ReplyDeleteI think the golden age of the Argus was in the 80s when it had a very impressive stable of writers and photographers and Dave Kranz was at the top of his game covering political news and chasing down rumors. But even then, the dollars in advertising spoke loudly in the policies and practices of the rest of the ship. As the ships lists and sinks, the dollars are gripping more and more control.
The shame of Gannett is and has always been the line of demarcation between the top desks (and corporate executives) and the grunts who’ve made the product shine in the news and graphics rooms. The grunts have always done their best despite the salary glass ceiling which keeps them paid less than peers who got jobs outside journalism and despite threats of reprisals from political and business circles. To them, it’s all about being first, accurate and best at getting the big story and grabbing the reader to want more.
The six-figure salary group at the Argus and Gannett’s corporate offices have a different ethic. To them, it’s all and only about business and profitability. To them, news is the occasionally embarrassing product they drape around advertising. Newspapers exist as their gateway to profits and bigger bonuses.
When the grunts are put on forced (unpaid) furloughs and told to produce more and expect less in pay and benefits (not just at the Argus, but throughout the profession), something’s going to break. Yep, and not being able to find a warm body to cover a routine council meeting is going to happen. But what is so impressive is the dedication and resiliency reporters and photographers seem to have despite the hardships and humiliation.

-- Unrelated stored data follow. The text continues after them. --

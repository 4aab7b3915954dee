package fading

import (
	"context"
	"math"
)

// Check defaults and limits.
const (
	DefaultCheckLinks   = 128   // CheckConfig.Links when 0
	DefaultCheckPeriods = 250   // CheckConfig.DopplerPeriods when 0
	DefaultCheckSigmas  = 4     // CheckConfig.Sigmas when 0
	MaxCheckLinks       = 4096  // largest CheckConfig.Links
	MaxCheckPeriods     = 20000 // largest CheckConfig.DopplerPeriods

	// checkDeepFdT is the normalised Doppler at which thresholds whose fades
	// are too short for the configured sample rate are measured (ORACLES:
	// check deep thresholds at f_D·T <= 0.002).
	checkDeepFdT = 0.002
	// checkSamplesPerFade: a threshold is measured at the configured rate
	// only when its theoretical average fade lasts at least this many samples.
	checkSamplesPerFade = 10
	// checkMaxSamples caps the record length per link, checkMaxTotal the
	// samples of one pass over all links (which bounds the run time at very
	// small f_D·T; the record length used is reported per line).
	checkMaxSamples = 1 << 20
	checkMaxTotal   = 1 << 23
	// ksC is the asymptotic Kolmogorov–Smirnov critical constant at
	// significance 1e-3, √(−ln(α/2)/2).
	ksC = 1.949
)

// Systematic allowances added to the statistical tolerance of Check lines:
// effects that do not shrink with the run length. They are small next to
// the errors Check must catch (a Doppler off by 20 % moves R(τ) at
// f_D τ = 0.3827 by 0.08; a power error of ×1.5 moves the mean by 0.5).
const (
	allowPower    = 0.003 // unit: mean power; cubic-interpolation droop (<5e-4) and FFT-bin discretisation
	allowAutocorr = 0.004 // R(τ); interpolation, bin discretisation, cross-fade factor cos(πτ/N)
	allowLCRRel   = 0.03  // relative; sampled crossings missed at >= checkSamplesPerFade samples per fade
	allowOutRel   = 0.05  // relative; outage tail of a finite sum of sinusoids
	allowDB       = 0.05  // dB; power-in-dB mean and std
)

// CheckConfig configures the statistical self-check of a fading generator
// configuration (see Check).
type CheckConfig struct {
	// Channel is the configuration under test: Generator, Sinusoids,
	// DopplerHz and SampleRateHz select the process; LOS, RicianKDB and
	// LOSAngleRad the Rician lines; Profile (empty means one tap) the
	// profile line.
	Channel ChannelConfig
	// Links is the number of independent links (realisations) per
	// statistic, 0 -> DefaultCheckLinks, else in [8, MaxCheckLinks].
	Links int
	// DopplerPeriods is the record length of each link in units of 1/f_D,
	// 0 -> DefaultCheckPeriods, else in [20, MaxCheckPeriods]; records are
	// capped at 2^20 samples per link and 2^23 over all links (the length
	// used is reported in CheckLine.Periods).
	DopplerPeriods float64
	// Seed seeds the links (link u is NewChannel(…, Seed, u)).
	Seed uint64
	// Sigmas is the tolerance in standard errors, 0 -> DefaultCheckSigmas,
	// else in [1, 10].
	Sigmas float64
}

// CheckLine is one statistic of a Check: measured against theory, with the
// tolerance |Measured − Theory| <= Tolerance that decides Pass.
type CheckLine struct {
	Name      string  // human-readable description
	Measured  float64 // estimate from the simulated links
	Theory    float64 // published value for the ideal process
	Tolerance float64 // Sigmas standard errors (from the spread over independent links) plus a stated systematic allowance
	Pass      bool
	Unit      string
	Kind      string  // statistic: see the Check documentation
	Arg       float64 // argument: lag f_D·τ (autocorrelation), threshold ρ in dB (lcr, afd), margin x in dB (mrc-outage), K in dB (rician-k)
	Branches  int     // diversity branches L of the records (1 unless MRC)
	FdT       float64 // normalised Doppler f_D·T of the records the line was measured on
	Periods   float64 // record length per link, in Doppler periods, of those records
}

// CheckReport is the result of Check: Pass is true when every line passes.
type CheckReport struct {
	Lines          []CheckLine
	Pass           bool
	Links          int     // links per statistic used
	DopplerPeriods float64 // record length per link used, 1/f_D units
}

func (c CheckConfig) withDefaults() CheckConfig {
	if c.Links == 0 {
		c.Links = DefaultCheckLinks
	}
	if c.DopplerPeriods == 0 {
		c.DopplerPeriods = DefaultCheckPeriods
	}
	if c.Sigmas == 0 {
		c.Sigmas = DefaultCheckSigmas
	}
	if len(c.Channel.Profile.Taps) == 0 {
		c.Channel.Profile = Profile{Name: "FLAT", Taps: []Tap{{0, 0}}}
	}
	return c
}

// Validate returns a *ParamError naming the first bad field ("Channel.…",
// "Links", "DopplerPeriods", "Sigmas"); zero values take the defaults.
func (c CheckConfig) Validate() error {
	c = c.withDefaults()
	if err := c.Channel.Validate(); err != nil {
		return withPrefix("Channel", err)
	}
	if c.Links < 8 || c.Links > MaxCheckLinks {
		return paramErr("Links", "must be 0 (default %d) or in [8, %d], got %d", DefaultCheckLinks, MaxCheckLinks, c.Links)
	}
	if !finite(c.DopplerPeriods) || c.DopplerPeriods < 20 || c.DopplerPeriods > MaxCheckPeriods {
		return paramErr("DopplerPeriods", "must be 0 (default %d) or in [20, %d], got %g", DefaultCheckPeriods, MaxCheckPeriods, c.DopplerPeriods)
	}
	if !finite(c.Sigmas) || c.Sigmas < 1 || c.Sigmas > 10 {
		return paramErr("Sigmas", "must be 0 (default %d) or in [1, 10], got %g", DefaultCheckSigmas, c.Sigmas)
	}
	return nil
}

// sampler is what Check needs from a channel.
type sampler interface {
	fillComplex(re, im [][]float64)
	FillGains(dst []float64)
}

type samplerFactory func(cfg ChannelConfig, seed uint64, user int) (sampler, error)

func newSampler(cfg ChannelConfig, seed uint64, user int) (sampler, error) {
	return NewChannel(cfg, seed, user)
}

// Check runs the statistical self-check of a generator configuration and
// returns each statistic measured against theory. With f_D > 0 the lines
// are (Kind in brackets):
//
//   - mean power of a unit-power tap [mean-power] and the ensemble power in
//     the first 0.02/f_D of the records [origin-power], which exposes a
//     non-stationary generator;
//   - normalised autocorrelation Σ Re h(t+τ)h*(t) / Σ |h(t)|² (pooled over
//     the links, standard error by the delta method) at
//     f_D τ ≈ 0.05, 0.1, 0.2, 0.3827, 0.6, 1, 1.5 against J0(2π f_D τ)
//     [autocorrelation] (Clarke 1968; Jakes 1974);
//   - level-crossing rate N_R/f_D = √(2π) ρ e^(−ρ²) [lcr] and average fade
//     duration f_D·AFD = (e^(ρ²) − 1)/(ρ√(2π)) [afd] at ρ = 0, −3, −10,
//     −20 dB, ρ relative to the unit rms envelope (Jakes 1974);
//     thresholds whose average fade lasts fewer than 10
//     samples at the configured rate are measured on records generated at
//     f_D·T = 0.002 with the same generator;
//   - the Kolmogorov–Smirnov distance of the power from the exponential
//     distribution [power-ks], on samples 1/f_D apart, with the critical
//     value at significance 1e-3 widened for their residual correlation;
//   - the mean and standard deviation of the power in dB for L = 1, 2, 4
//     equal-power branches under maximal-ratio combining [power-db-mean,
//     power-db-std] (digamma/trigamma of the Gamma distribution) and the
//     MRC outage P(Σ|h_l|² < 10^(−x/10)) per unit branch power against the
//     Gamma(L, 1) CDF [mrc-outage] (Proakis);
//   - with LOS: the mean power and the Rician K recovered from the moments of
//     the power [rician-k];
//   - for a profile of several taps: the mean combined gain [profile-gain].
//
// With f_D = 0 the lines are the ensemble mean power [mean-power] and the
// largest change of the gain over the record [static]. Tolerances are
// Sigmas standard errors, the standard errors estimated from the spread of
// the per-link estimates over independent links, plus the small systematic
// allowances stated in the source. Check honours ctx between links and
// returns ctx.Err() when cancelled. The default configuration runs in well
// under a few seconds on one core.
func Check(ctx context.Context, cfg CheckConfig) (*CheckReport, error) {
	return runCheck(ctx, cfg, newSampler)
}

type checkRun struct {
	ctx    context.Context
	cfg    CheckConfig
	mk     samplerFactory
	lines  []CheckLine
	re, im [][]float64
	pw     []float64
}

func (r *checkRun) add(l CheckLine, se, allow float64) {
	l.Tolerance = r.cfg.Sigmas*se + allow
	if l.FdT > 0 {
		l.Periods = float64(r.recordLen(l.FdT)) * l.FdT
	}
	l.Pass = finite(l.Measured) && finite(l.Tolerance) && math.Abs(l.Measured-l.Theory) <= l.Tolerance
	if l.Branches == 0 {
		l.Branches = 1
	}
	r.lines = append(r.lines, l)
}

func runCheck(ctx context.Context, cfg CheckConfig, mk samplerFactory) (*CheckReport, error) {
	if err := cfg.Validate(); err != nil {
		return nil, err
	}
	cfg = cfg.withDefaults()
	r := &checkRun{ctx: ctx, cfg: cfg, mk: mk}
	fdT := cfg.Channel.DopplerHz / cfg.Channel.SampleRateHz
	var err error
	if fdT == 0 {
		err = r.static()
	} else {
		err = r.dynamic(fdT)
	}
	if err != nil {
		return nil, err
	}
	rep := &CheckReport{Lines: r.lines, Pass: true, Links: cfg.Links, DopplerPeriods: cfg.DopplerPeriods}
	for _, l := range r.lines {
		rep.Pass = rep.Pass && l.Pass
	}
	return rep, nil
}

// base returns the configuration of the Rayleigh records: one tap, no LOS.
func (r *checkRun) base() ChannelConfig {
	c := r.cfg.Channel
	c.Profile = Profile{Name: "FLAT", Taps: []Tap{{0, 0}}}
	c.LOS = false
	return c
}

// recordLen returns the record length per link in samples at fdT.
func (r *checkRun) recordLen(fdT float64) int {
	n := math.Ceil(r.cfg.DopplerPeriods / fdT)
	return int(math.Min(n, math.Min(checkMaxSamples, float64(checkMaxTotal/r.cfg.Links))))
}

func (r *checkRun) ensure(n int) {
	if len(r.pw) < n {
		r.re, r.im = make2(1, n), make2(1, n)
		r.pw = make([]float64, n)
	}
}

// single generates the single-tap record of link u into r.pw (power) and
// r.re, r.im; it returns the record length.
func (r *checkRun) single(c ChannelConfig, fdT float64, u int, seedOff uint64) (int, error) {
	n := r.recordLen(fdT)
	r.ensure(n)
	ch, err := r.mk(c, r.cfg.Seed+seedOff, u)
	if err != nil {
		return 0, err
	}
	re, im := [][]float64{r.re[0][:n]}, [][]float64{r.im[0][:n]}
	ch.fillComplex(re, im)
	pw := r.pw[:n]
	for i := range pw {
		pw[i] = re[0][i]*re[0][i] + im[0][i]*im[0][i]
	}
	return n, nil
}

func (r *checkRun) static() error {
	links := r.cfg.Links
	pow := make([]float64, links)
	maxDev := 0.0
	c := r.base()
	g := make([]float64, 1000)
	for u := 0; u < links; u++ {
		if err := r.ctx.Err(); err != nil {
			return err
		}
		ch, err := r.mk(c, r.cfg.Seed, u)
		if err != nil {
			return err
		}
		ch.FillGains(g)
		pow[u] = g[0]
		for _, v := range g {
			maxDev = math.Max(maxDev, math.Abs(v-g[0]))
		}
	}
	m, se := meanSE(pow)
	r.add(CheckLine{Name: "ensemble mean power of a static tap", Kind: "mean-power", Measured: m, Theory: 1}, se, 0)
	r.add(CheckLine{Name: "largest change of a static gain over 1000 samples", Kind: "static", Measured: maxDev, Theory: 0}, 0, 0)
	return nil
}

var (
	checkLags       = []float64{0.05, 0.1, 0.2, 0.3827, 0.6, 1.0, 1.5}
	checkThresholds = []float64{0, -3, -10, -20}
)

// mrcMargins are the margins x (dB of per-branch mean power above the
// threshold) of the MRC outage lines, chosen so that the probabilities can
// be measured in a few seconds.
var mrcMargins = map[int][]float64{2: {10, 3}, 4: {3, 0}}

I don’t know if newsrooms and newspapers are the new dinosaur in the world of Nooks, Kindles and iPads. Maybe there’s a new phase that has yet to evolve, but paywalls won’t cut it with enough readers. It would be sad to see print go the way of broadcast and online media where consumers pick their favorites based on their political biases. Despite the nattering nabobs who carp about the “liberal press,” newspapers like the Argus and others throughout the nation present the news without the filters of the spin doctors. Without the foundation of an unbiased media to hold up objectivity and balance (not always perfectly but always earnestly), it will become harder and harder for Americans to get facts upon which they can shape their own opinions.
Be glad there is an Argus Leader. It will give you something to tell your grandchildren about what it was like in the old days.